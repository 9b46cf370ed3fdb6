#include "archive/frame_gather.h"

#include <algorithm>
#include <bit>
#include <cmath>
#include <cstring>
#include <limits>
#include <type_traits>

namespace bentlight::archive {

namespace {

constexpr std::uint32_t infinity_bits = 0x7f800000;
constexpr std::uint32_t sign_bit = 0x80000000;

template <std::size_t bytes>
using Bits = std::
    conditional_t<bytes == 2, std::uint16_t, std::conditional_t<bytes == 4, std::uint32_t, std::uint64_t>>;

std::uint16_t swapped(std::uint16_t bits) {
  return __builtin_bswap16(bits);
}
std::uint32_t swapped(std::uint32_t bits) {
  return __builtin_bswap32(bits);
}
std::uint64_t swapped(std::uint64_t bits) {
  return __builtin_bswap64(bits);
}

/// The element at `place`, whatever its alignment.
template <class Element, bool swap>
Element load(const std::byte* place) {
  Bits<sizeof(Element)> bits;
  std::memcpy(&bits, place, sizeof bits);
  if constexpr (swap) bits = swapped(bits);
  return std::bit_cast<Element>(bits);
}

std::uint32_t magnitude_bits(float value) {
  return std::bit_cast<std::uint32_t>(value) & ~sign_bit;
}

struct Step {
  double shift;
  double metres_per_stored;
  double missing;  // used by WithMissing only
};

/// The difference of two floats, rounded once, is the difference in double rounded to float: a double holds
/// more than twice a float's digits (Figueroa, "When is double rounding innocuous?", SIGNUM Newsletter 30,
/// 1995). So metres stored as float32 need no double, and run twice as fast.
struct Difference {
  template <class Element>
  static float of(Element stored, const Step& step) {
    return static_cast<float>(stored) - static_cast<float>(step.shift);
  }
};

struct Scaled {
  template <class Element>
  static float of(Element stored, const Step& step) {
    return static_cast<float>((static_cast<double>(stored) - step.shift) * step.metres_per_stored);
  }
};

struct WithMissing {
  template <class Element>
  static float of(Element stored, const Step& step) {
    const double value = static_cast<double>(stored);
    const double metres = (value - step.shift) * step.metres_per_stored;
    return static_cast<float>(value == step.missing ? std::numeric_limits<double>::quiet_NaN() : metres);
  }
};

template <class Element, bool swap, class Rule>
struct Kernel {
  static std::uint32_t neighbours(const std::byte* in, std::size_t count, const Step& step, float* out) {
    std::uint32_t worst = 0;
    for (std::size_t i = 0; i < count; ++i) {
      out[i] = Rule::of(load<Element, swap>(in + i * sizeof(Element)), step);
      worst = std::max(worst, magnitude_bits(out[i]));
    }
    return worst;
  }

  static std::uint32_t strided(
      const std::byte* in, std::size_t stride_bytes, std::size_t count, const Step& step, float* out) {
    std::uint32_t worst = 0;
    for (std::size_t i = 0; i < count; ++i) {
      out[i] = Rule::of(load<Element, swap>(in + i * stride_bytes), step);
      worst = std::max(worst, magnitude_bits(out[i]));
    }
    return worst;
  }

  const Conversion& conversion;
  const Tile& tile;
  std::span<const RowSegment> segments;

  const std::byte* place(const RowSegment& segment) const {
    const std::size_t element = (segment.row - tile.first_row) * tile.row_stride +
                                (segment.column - tile.first_column) * tile.column_stride;
    return tile.data + element * sizeof(Element);
  }

  Step step(double shift) const {
    return {shift, conversion.metres_per_stored,
            conversion.missing.value_or(std::numeric_limits<double>::quiet_NaN())};
  }

  /// NaN when the frame has no value here.
  double first_finite(std::size_t frame) const {
    for (const RowSegment& segment : segments) {
      const std::byte* in = place(segment) + frame * tile.frame_stride * sizeof(Element);
      for (std::size_t i = 0; i < segment.count; ++i) {
        const auto value =
            static_cast<double>(load<Element, swap>(in + i * tile.column_stride * sizeof(Element)));
        if (std::isfinite(value) && value != conversion.missing) return value;
      }
    }
    return std::numeric_limits<double>::quiet_NaN();
  }

  void find_shifts(GatherState& state) const {
    for (std::size_t i = 0; i < tile.frames.count; ++i) {
      double& shift = state.stored_shift[tile.frames.first + i];
      if (std::isnan(shift)) shift = first_finite(i);
    }
  }

  /// Frame by frame: points of a row are neighbours, or nothing is.
  void by_frame(GatherState& state, optics::FrameBlock& block) const {
    for (std::size_t i = 0; i < tile.frames.count; ++i) {
      const std::size_t frame = tile.frames.first + i;
      const Step rule = step(state.stored_shift[frame]);
      float* out = block.values.data() + frame * block.points;
      std::uint32_t worst = state.worst[frame];
      for (const RowSegment& segment : segments) {
        const std::byte* in = place(segment) + i * tile.frame_stride * sizeof(Element);
        float* to = out + segment.point;
        worst = std::max(worst, tile.column_stride == 1 ? neighbours(in, segment.count, rule, to)
                                                        : strided(in, tile.column_stride * sizeof(Element),
                                                                  segment.count, rule, to));
      }
      state.worst[frame] = worst;
    }
  }

  /// Point by point: the frames of one point are neighbours.
  void by_point(GatherState& state, optics::FrameBlock& block) const {
    for (const RowSegment& segment : segments) {
      for (std::size_t k = 0; k < segment.count; ++k) {
        const std::byte* in = place(segment) + k * tile.column_stride * sizeof(Element);
        float* out = block.values.data() + tile.frames.first * block.points + segment.point + k;
        for (std::size_t i = 0; i < tile.frames.count; ++i) {
          const std::size_t frame = tile.frames.first + i;
          const float value =
              Rule::of(load<Element, swap>(in + i * sizeof(Element)), step(state.stored_shift[frame]));
          out[i * block.points] = value;
          state.worst[frame] = std::max(state.worst[frame], magnitude_bits(value));
        }
      }
    }
  }

  void run(GatherState& state, optics::FrameBlock& block) const {
    find_shifts(state);
    if (tile.frame_stride == 1 && tile.column_stride != 1) {
      by_point(state, block);
    } else {
      by_frame(state, block);
    }
  }
};

template <class Element, bool swap>
void gather_elements(const Conversion& conversion,
                     const Tile& tile,
                     std::span<const RowSegment> segments,
                     GatherState& state,
                     optics::FrameBlock& block) {
  if (conversion.missing) {
    Kernel<Element, swap, WithMissing>{conversion, tile, segments}.run(state, block);
  } else if (std::is_same_v<Element, float> && conversion.metres_per_stored == 1.0) {
    Kernel<Element, swap, Difference>{conversion, tile, segments}.run(state, block);
  } else {
    Kernel<Element, swap, Scaled>{conversion, tile, segments}.run(state, block);
  }
}

template <class Element>
void gather_ordered(const Conversion& conversion,
                    const Tile& tile,
                    std::span<const RowSegment> segments,
                    GatherState& state,
                    optics::FrameBlock& block) {
  if (conversion.big_endian == (std::endian::native == std::endian::big)) {
    gather_elements<Element, false>(conversion, tile, segments, state, block);
  } else {
    gather_elements<Element, true>(conversion, tile, segments, state, block);
  }
}

template <class Element>
std::vector<std::byte> encoded(double value, bool big_endian) {
  auto bits = std::bit_cast<Bits<sizeof(Element)>>(static_cast<Element>(value));
  if (big_endian != (std::endian::native == std::endian::big)) bits = swapped(bits);
  std::vector<std::byte> bytes(sizeof bits);
  std::memcpy(bytes.data(), &bits, sizeof bits);
  return bytes;
}

}  // namespace

std::vector<RowSegment> row_segments(const optics::Aperture& aperture) {
  std::vector<RowSegment> segments;
  segments.reserve(aperture.runs().size() + aperture.rows());
  const auto columns = static_cast<std::uint32_t>(aperture.columns());
  std::uint32_t point = 0;
  for (const optics::PointRun& run : aperture.runs()) {
    std::uint32_t first = run.first;
    const std::uint32_t end = run.first + run.count;
    while (first < end) {
      const std::uint32_t row = first / columns;
      const std::uint32_t count = std::min(end, (row + 1) * columns) - first;
      segments.push_back({.row = row, .column = first - row * columns, .count = count, .point = point});
      first += count;
      point += count;
    }
  }
  return segments;
}

void clip(std::span<const RowSegment> segments, const GridWindow& window, std::vector<RowSegment>& inside) {
  inside.clear();
  const auto first = std::partition_point(segments.begin(), segments.end(),
                                          [&](const RowSegment& s) { return s.row < window.first_row; });
  for (auto segment = first; segment != segments.end() && segment->row < window.end_row; ++segment) {
    const std::size_t begin = std::max<std::size_t>(segment->column, window.first_column);
    const std::size_t end = std::min<std::size_t>(segment->column + segment->count, window.end_column);
    if (begin >= end) continue;
    const auto skipped = static_cast<std::uint32_t>(begin - segment->column);
    inside.push_back({.row = segment->row,
                      .column = static_cast<std::uint32_t>(begin),
                      .count = static_cast<std::uint32_t>(end - begin),
                      .point = segment->point + skipped});
  }
}

Conversion conversion_of(const FrameMap& map) {
  return {.element = map.element,
          .big_endian = map.big_endian,
          .metres_per_stored = map.sign * map.scale * map.metres_per_unit,
          .metres_at_zero = map.sign * map.offset * map.metres_per_unit,
          .missing = map.missing};
}

std::size_t element_bytes(ElementType element) {
  switch (element) {
    case ElementType::int16:
      return 2;
    case ElementType::float32:
    case ElementType::int32:
      return 4;
    case ElementType::float64:
      return 8;
  }
  return 0;
}

std::vector<std::byte> stored_element(const Conversion& conversion, double value) {
  switch (conversion.element) {
    case ElementType::float32:
      return encoded<float>(value, conversion.big_endian);
    case ElementType::float64:
      return encoded<double>(value, conversion.big_endian);
    case ElementType::int16:
      return encoded<std::int16_t>(value, conversion.big_endian);
    case ElementType::int32:
      return encoded<std::int32_t>(value, conversion.big_endian);
  }
  return {};
}

void begin_gather(GatherState& state, std::size_t frames) {
  state.stored_shift.assign(frames, std::numeric_limits<double>::quiet_NaN());
  state.worst.assign(frames, 0);
}

void gather(const Conversion& conversion,
            const Tile& tile,
            std::span<const RowSegment> segments,
            GatherState& state,
            optics::FrameBlock& block) {
  switch (conversion.element) {
    case ElementType::float32:
      return gather_ordered<float>(conversion, tile, segments, state, block);
    case ElementType::float64:
      return gather_ordered<double>(conversion, tile, segments, state, block);
    case ElementType::int16:
      return gather_ordered<std::int16_t>(conversion, tile, segments, state, block);
    case ElementType::int32:
      return gather_ordered<std::int32_t>(conversion, tile, segments, state, block);
  }
}

void end_gather(const Conversion& conversion, const GatherState& state, optics::FrameBlock& block) {
  for (std::size_t i = 0; i < block.frames.count; ++i) {
    const double stored = state.stored_shift[i];
    // A frame without one finite value keeps no shift: all its points are NaN.
    block.shift_m[i] =
        std::isnan(stored) ? 0.0 : stored * conversion.metres_per_stored + conversion.metres_at_zero;
    block.finite[i] = state.worst[i] < infinity_bits ? 1 : 0;
  }
}

}  // namespace bentlight::archive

Task to carry out: Reproduce the records above line by line, without any change, up to and including the line that holds "Element load(const std::byte*".

Answer section:
repository 9b46cf370ed3fdb6
#include "archive/frame_gather.h"

#include <algorithm>
#include <bit>
#include <cmath>
#include <cstring>
#include <limits>
#include <type_traits>

namespace bentlight::archive {

namespace {

constexpr std::uint32_t infinity_bits = 0x7f800000;
constexpr std::uint32_t sign_bit = 0x80000000;

template <std::size_t bytes>
using Bits = std::
    conditional_t<bytes == 2, std::uint16_t, std::conditional_t<bytes == 4, std::uint32_t, std::uint64_t>>;

std::uint16_t swapped(std::uint16_t bits) {
  return __builtin_bswap16(bits);
}
std::uint32_t swapped(std::uint32_t bits) {
  return __builtin_bswap32(bits);
}
std::uint64_t swapped(std::uint64_t bits) {
  return __builtin_bswap64(bits);
}

/// The element at `place`, whatever its alignment.
template <class Element, bool swap>
Element load(const std::byte* place) {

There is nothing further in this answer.